[The data Boundary: Start]

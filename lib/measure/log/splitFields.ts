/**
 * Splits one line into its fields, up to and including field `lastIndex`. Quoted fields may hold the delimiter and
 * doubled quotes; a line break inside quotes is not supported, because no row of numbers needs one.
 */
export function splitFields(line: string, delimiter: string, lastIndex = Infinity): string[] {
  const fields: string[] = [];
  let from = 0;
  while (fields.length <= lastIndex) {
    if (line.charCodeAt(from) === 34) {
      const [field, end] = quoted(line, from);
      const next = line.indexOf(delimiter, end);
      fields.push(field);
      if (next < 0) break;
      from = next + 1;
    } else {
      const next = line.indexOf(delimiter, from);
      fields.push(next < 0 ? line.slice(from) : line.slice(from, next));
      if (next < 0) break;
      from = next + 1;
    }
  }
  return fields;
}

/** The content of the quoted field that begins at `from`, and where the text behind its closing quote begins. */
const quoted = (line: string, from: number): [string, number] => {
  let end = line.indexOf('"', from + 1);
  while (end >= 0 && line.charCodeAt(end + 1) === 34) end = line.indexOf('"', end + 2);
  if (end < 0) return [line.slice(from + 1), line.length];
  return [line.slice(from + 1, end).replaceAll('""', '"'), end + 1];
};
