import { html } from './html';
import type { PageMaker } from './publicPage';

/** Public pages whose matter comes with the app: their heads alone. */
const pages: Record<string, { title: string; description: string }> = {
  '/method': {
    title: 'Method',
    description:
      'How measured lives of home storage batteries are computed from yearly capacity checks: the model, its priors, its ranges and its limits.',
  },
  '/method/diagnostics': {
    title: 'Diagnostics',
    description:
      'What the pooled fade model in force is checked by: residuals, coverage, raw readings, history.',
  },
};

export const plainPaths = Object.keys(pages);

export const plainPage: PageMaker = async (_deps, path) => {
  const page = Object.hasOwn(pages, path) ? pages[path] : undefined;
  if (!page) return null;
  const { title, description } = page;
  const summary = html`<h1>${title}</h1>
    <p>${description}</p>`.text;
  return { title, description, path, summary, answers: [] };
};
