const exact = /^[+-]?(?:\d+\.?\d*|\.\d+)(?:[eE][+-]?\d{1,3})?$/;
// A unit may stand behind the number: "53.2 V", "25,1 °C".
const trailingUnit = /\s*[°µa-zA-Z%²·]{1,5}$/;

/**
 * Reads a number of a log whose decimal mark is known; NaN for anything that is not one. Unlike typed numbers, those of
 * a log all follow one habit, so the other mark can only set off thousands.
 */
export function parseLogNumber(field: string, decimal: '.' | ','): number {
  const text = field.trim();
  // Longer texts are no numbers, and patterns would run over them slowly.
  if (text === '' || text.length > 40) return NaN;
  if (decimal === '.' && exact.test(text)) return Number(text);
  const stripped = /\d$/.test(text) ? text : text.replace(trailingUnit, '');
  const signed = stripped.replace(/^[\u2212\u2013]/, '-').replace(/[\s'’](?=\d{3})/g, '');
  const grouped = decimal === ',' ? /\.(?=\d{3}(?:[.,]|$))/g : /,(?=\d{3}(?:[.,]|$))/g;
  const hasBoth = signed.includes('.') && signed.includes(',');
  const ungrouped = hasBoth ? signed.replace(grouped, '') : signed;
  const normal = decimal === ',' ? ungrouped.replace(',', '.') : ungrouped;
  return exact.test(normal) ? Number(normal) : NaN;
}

[The data Boundary: End]

§ **Exercise directions**: Transcribe each record shown above, exactly.

§ **Result below**:
filename lib/measure/log/splitFields.ts
/**
 * Splits one line into its fields, up to and including field `lastIndex`. Quoted fields may hold the delimiter and
 * doubled quotes; a line break inside quotes is not supported, because no row of numbers needs one.
 */
export function splitFields(line: string, delimiter: string, lastIndex = Infinity): string[] {
  const fields: string[] = [];
  let from = 0;
  while (fields.length <= lastIndex) {
    if (line.charCodeAt(from) === 34) {
      const [field, end] = quoted(line, from);
      const next = line.indexOf(delimiter, end);
      fields.push(field);
      if (next < 0) break;
      from = next + 1;
    } else {
      const next = line.indexOf(delimiter, from);
      fields.push(next < 0 ? line.slice(from) : line.slice(from, next));
      if (next < 0) break;
      from = next + 1;
    }
  }
  return fields;
}

/** The content of the quoted field that begins at `from`, and where the text behind its closing quote begins. */
const quoted = (line: string, from: number): [string, number] => {
  let end = line.indexOf('"', from + 1);
  while (end >= 0 && line.charCodeAt(end + 1) === 34) end = line.indexOf('"', end + 2);
  if (end < 0) return [line.slice(from + 1), line.length];
  return [line.slice(from + 1, end).replaceAll('""', '"'), end + 1];
};
import { html } from './html';
import type { PageMaker } from './publicPage';

/** Public pages whose matter comes with the app: their heads alone. */
const pages: Record<string, { title: string; description: string }> = {
  '/method': {
    title: 'Method',
    description:
      'How measured lives of home storage batteries are computed from yearly capacity checks: the model, its priors, its ranges and its limits.',
  },
  '/method/diagnostics': {
    title: 'Diagnostics',
    description:
      'What the pooled fade model in force is checked by: residuals, coverage, raw readings, history.',
  },
};

export const plainPaths = Object.keys(pages);

export const plainPage: PageMaker = async (_deps, path) => {
  const page = Object.hasOwn(pages, path) ? pages[path] : undefined;
  if (!page) return null;
  const { title, description } = page;
  const summary = html`<h1>${title}</h1>
    <p>${description}</p>`.text;
  return { title, description, path, summary, answers: [] };
};
const exact = /^[+-]?(?:\d+\.?\d*|\.\d+)(?:[eE][+-]?\d{1,3})?$/;
// A unit may stand behind the number: "53.2 V", "25,1 °C".
const trailingUnit = /\s*[°µa-zA-Z%²·]{1,5}$/;

/**
 * Reads a number of a log whose decimal mark is known; NaN for anything that is not one. Unlike typed numbers, those of
 * a log all follow one habit, so the other mark can only set off thousands.
 */
export function parseLogNumber(field: string, decimal: '.' | ','): number {
  const text = field.trim();
  // Longer texts are no numbers, and patterns would run over them slowly.
  if (text === '' || text.length > 40) return NaN;
  if (decimal === '.' && exact.test(text)) return Number(text);
  const stripped = /\d$/.test(text) ? text : text.replace(trailingUnit, '');
  const signed = stripped.replace(/^[\u2212\u2013]/, '-').replace(/[\s'’](?=\d{3})/g, '');
  const grouped = decimal === ',' ? /\.(?=\d{3}(?:[.,]|$))/g : /,(?=\d{3}(?:[.,]|$))/g;
  const hasBoth = signed.includes('.') && signed.includes(',');
  const ungrouped = hasBoth ? signed.replace(grouped, '') : signed;
  const normal = decimal === ',' ? ungrouped.replace(',', '.') : ungrouped;
  return exact.test(normal) ? Number(normal) : NaN;
}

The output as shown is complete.